* **Exercise**
A verbatim reproduction of the lines below, from the line containing "vtkNew<vtkUnstructuredGrid> grid;" through the line containing "writer->SetCompressorTypeToZLib();", both ends included, is the whole required output.

Stored data
----------------
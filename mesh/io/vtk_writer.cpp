// SPDX-License-Identifier: GPL-3.0-or-later
// .vtu output through VTK's XML writer: binary appended data, zlib-compressed.
//
// When `keep` filters cells, the points are compacted too: only the nodes used by a kept cell are
// written (renumbered in increasing original order) and point fields are remapped to match, so
// the file's bounds and point count describe what is actually shown.
#include "mesh/io/vtk_writer.hpp"

#include <cstddef>
#include <cstring>
#include <stdexcept>
#include <string>

#include <vtkCallbackCommand.h>
#include <vtkCellArray.h>
#include <vtkCellData.h>
#include <vtkCellType.h>
#include <vtkCommand.h>
#include <vtkDoubleArray.h>
#include <vtkErrorCode.h>
#include <vtkExecutive.h>
#include <vtkIdTypeArray.h>
#include <vtkNew.h>
#include <vtkPointData.h>
#include <vtkPoints.h>
#include <vtkSmartPointer.h>
#include <vtkUnstructuredGrid.h>
#include <vtkXMLUnstructuredGridWriter.h>

namespace voidsign::mesh {
namespace {

[[noreturn]] void fail(const std::filesystem::path& path, const std::string& why) {
  throw std::runtime_error("cannot write '" + path.string() + "': " + why);
}

/// Checks that `f` has `rows` items of f.n_components values each.
void check_field(const std::filesystem::path& path, const Field& f, std::size_t rows,
                 const char* where) {
  if (f.name.empty()) fail(path, std::string(where) + " field without a name");
  if (f.n_components < 1)
    fail(path, std::string(where) + " field '" + f.name + "' has no components");
  if (f.values.size() != rows * static_cast<std::size_t>(f.n_components))
    fail(path, std::string(where) + " field '" + f.name + "' has " +
                   std::to_string(f.values.size()) + " values, expected " +
                   std::to_string(rows) + " x " + std::to_string(f.n_components));
}

/// Copies the rows of `f` listed in `rows` (all rows, in order, when `rows` is null).
vtkSmartPointer<vtkDoubleArray> make_array(const Field& f, const std::vector<std::size_t>* rows,
                                           std::size_t n_rows) {
  auto a = vtkSmartPointer<vtkDoubleArray>::New();
  const auto nc = static_cast<std::size_t>(f.n_components);
  a->SetName(f.name.c_str());
  a->SetNumberOfComponents(f.n_components);
  a->SetNumberOfTuples(static_cast<vtkIdType>(n_rows));
  double* out = a->GetPointer(0);
  for (std::size_t r = 0; r < n_rows; ++r) {
    const std::size_t src = rows ? (*rows)[r] : r;
    for (std::size_t k = 0; k < nc; ++k) out[r * nc + k] = f.values[src * nc + k];
  }
  return a;
}

/// Keeps the first message VTK reports through ErrorEvent, instead of letting them go to stderr.
void collect_error(vtkObject*, unsigned long, void* client_data, void* call_data) {
  auto* text = static_cast<std::string*>(client_data);
  std::string msg = call_data ? static_cast<const char*>(call_data) : "unknown VTK error";
  // Drop the "ClassName (0x...): " prefix and trailing line breaks.
  if (const auto p = msg.find("): "); p != std::string::npos) msg.erase(0, p + 3);
  while (!msg.empty() && (msg.back() == '\n' || msg.back() == '\r' || msg.back() == ' '))
    msg.pop_back();
  if (text->empty()) *text = msg;  // the first message is the cause; later ones are echoes
}

/// One short reason for a failed write: the system's, when VTK has an errno, else VTK's first
/// message.
std::string failure_reason(unsigned long code, const std::string& first_message) {
  if (code != vtkErrorCode::NoError && code < vtkErrorCode::FirstVTKErrorCode)
    return std::strerror(static_cast<int>(code));
  if (code == vtkErrorCode::OutOfDiskSpaceError) return "out of disk space";
  if (!first_message.empty()) return first_message;
  // (vtkErrorCode's own texts live in VTK::CommonMisc, which this library does not link.)
  if (code != vtkErrorCode::NoError)
    return "VTK writer failed with error code " + std::to_string(code);
  return "VTK writer failed";
}

/// VTK's cell type for ours; Mesh already uses VTK's node order.
int vtk_cell_type(CellType t) {
  switch (t) {
    case CellType::tri3: return VTK_TRIANGLE;
    case CellType::tri6: return VTK_QUADRATIC_TRIANGLE;
    case CellType::tet4: return VTK_TETRA;
    case CellType::tet10: return VTK_QUADRATIC_TETRA;
  }
  return VTK_EMPTY_CELL;
}

}  // namespace

void write_vtu(const std::filesystem::path& path, const Mesh& m,
               const std::vector<Field>& point_fields, const std::vector<Field>& cell_fields,
               const std::vector<bool>* keep) {
  const std::size_t n_cells = m.n_cells();
  const std::size_t n_nodes = m.n_nodes();
  const auto npc = static_cast<std::size_t>(m.npc());
  if (m.cells.size() != n_cells * npc)
    fail(path, "mesh has " + std::to_string(m.cells.size()) + " cell node indices for " +
                   std::to_string(n_cells) + " cells");
  if (keep && keep->size() != n_cells)
    fail(path, "cell filter has " + std::to_string(keep->size()) + " entries for " +
                   std::to_string(n_cells) + " cells");
  for (const Field& f : point_fields) check_field(path, f, n_nodes, "point");
  for (const Field& f : cell_fields) check_field(path, f, n_cells, "cell");
  for (int id : m.cells)
    if (id < 0 || static_cast<std::size_t>(id) >= n_nodes)
      fail(path, "cell refers to node " + std::to_string(id) + " of " + std::to_string(n_nodes));

  // Kept cells and, when filtering, the kept nodes and their new numbers.
  std::vector<std::size_t> cell_rows;
  std::vector<std::size_t> node_rows;
  std::vector<vtkIdType> new_id;
  if (keep) {
    for (std::size_t c = 0; c < n_cells; ++c)
      if ((*keep)[c]) cell_rows.push_back(c);
    std::vector<bool> used(n_nodes, false);
    for (std::size_t c : cell_rows)
      for (std::size_t k = 0; k < npc; ++k)
        used[static_cast<std::size_t>(m.cells[c * npc + k])] = true;
    new_id.assign(n_nodes, -1);
    for (std::size_t i = 0; i < n_nodes; ++i)
      if (used[i]) {
        new_id[i] = static_cast<vtkIdType>(node_rows.size());
        node_rows.push_back(i);
      }
  }
  const std::size_t out_cells = keep ? cell_rows.size() : n_cells;
  const std::size_t out_nodes = keep ? node_rows.size() : n_nodes;

  vtkNew<vtkPoints> points;
  points->SetDataTypeToDouble();
  points->SetNumberOfPoints(static_cast<vtkIdType>(out_nodes));
  for (std::size_t i = 0; i < out_nodes; ++i) {
    const Point& p = m.nodes[keep ? node_rows[i] : i];
    points->SetPoint(static_cast<vtkIdType>(i), p[0], p[1], p[2]);
  }

  vtkNew<vtkIdTypeArray> offsets;
  vtkNew<vtkIdTypeArray> connectivity;
  offsets->SetNumberOfValues(static_cast<vtkIdType>(out_cells + 1));
  connectivity->SetNumberOfValues(static_cast<vtkIdType>(out_cells * npc));
  for (std::size_t c = 0; c <= out_cells; ++c)
    offsets->SetValue(static_cast<vtkIdType>(c), static_cast<vtkIdType>(c * npc));
  for (std::size_t c = 0; c < out_cells; ++c) {
    const std::size_t src = keep ? cell_rows[c] : c;
    for (std::size_t k = 0; k < npc; ++k) {
      const int id = m.cells[src * npc + k];
      connectivity->SetValue(static_cast<vtkIdType>(c * npc + k),
                             keep ? new_id[static_cast<std::size_t>(id)] : vtkIdType{id});
    }
  }
  vtkNew<vtkCellArray> cells;
  cells->SetData(offsets, connectivity);

  vtkNew<vtkUnstructuredGrid> grid;
  grid->SetPoints(points);
  grid->SetCells(vtk_cell_type(m.type), cells);
  for (const Field& f : point_fields)
    grid->GetPointData()->AddArray(make_array(f, keep ? &node_rows : nullptr, out_nodes));
  for (const Field& f : cell_fields)
    grid->GetCellData()->AddArray(make_array(f, keep ? &cell_rows : nullptr, out_cells));

  std::string vtk_error;  // first error message VTK reported
  vtkNew<vtkCallbackCommand> on_error;
  on_error->SetCallback(collect_error);
  on_error->SetClientData(&vtk_error);

  vtkNew<vtkXMLUnstructuredGridWriter> writer;
  writer->AddObserver(vtkCommand::ErrorEvent, on_error);
  writer->GetExecutive()->AddObserver(vtkCommand::ErrorEvent, on_error);  // pipeline failure
  writer->SetFileName(path.string().c_str());
  writer->SetInputData(grid);
  writer->SetDataModeToAppended();
  writer->EncodeAppendedDataOff();
  writer->SetCompressorTypeToZLib();
  // zlib's fastest level: the files grow by a few per cent against the default level 5 and
  // are written several times faster (docs/benchmarks.md).
  writer->SetCompressionLevel(1);
  writer->SetHeaderTypeToUInt64();
  const int ok = writer->Write();
  const unsigned long code = writer->GetErrorCode();
  if (ok != 1 || code != vtkErrorCode::NoError || !vtk_error.empty())
    fail(path, failure_reason(code, vtk_error));
}

}  // namespace voidsign::mesh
----------------
* **Solution below**
  vtkNew<vtkUnstructuredGrid> grid;
  grid->SetPoints(points);
  grid->SetCells(vtk_cell_type(m.type), cells);
  for (const Field& f : point_fields)
    grid->GetPointData()->AddArray(make_array(f, keep ? &node_rows : nullptr, out_nodes));
  for (const Field& f : cell_fields)
    grid->GetCellData()->AddArray(make_array(f, keep ? &cell_rows : nullptr, out_cells));

  std::string vtk_error;  // first error message VTK reported
  vtkNew<vtkCallbackCommand> on_error;
  on_error->SetCallback(collect_error);
  on_error->SetClientData(&vtk_error);

  vtkNew<vtkXMLUnstructuredGridWriter> writer;
  writer->AddObserver(vtkCommand::ErrorEvent, on_error);
  writer->GetExecutive()->AddObserver(vtkCommand::ErrorEvent, on_error);  // pipeline failure
  writer->SetFileName(path.string().c_str());
  writer->SetInputData(grid);
  writer->SetDataModeToAppended();
  writer->EncodeAppendedDataOff();
  writer->SetCompressorTypeToZLib();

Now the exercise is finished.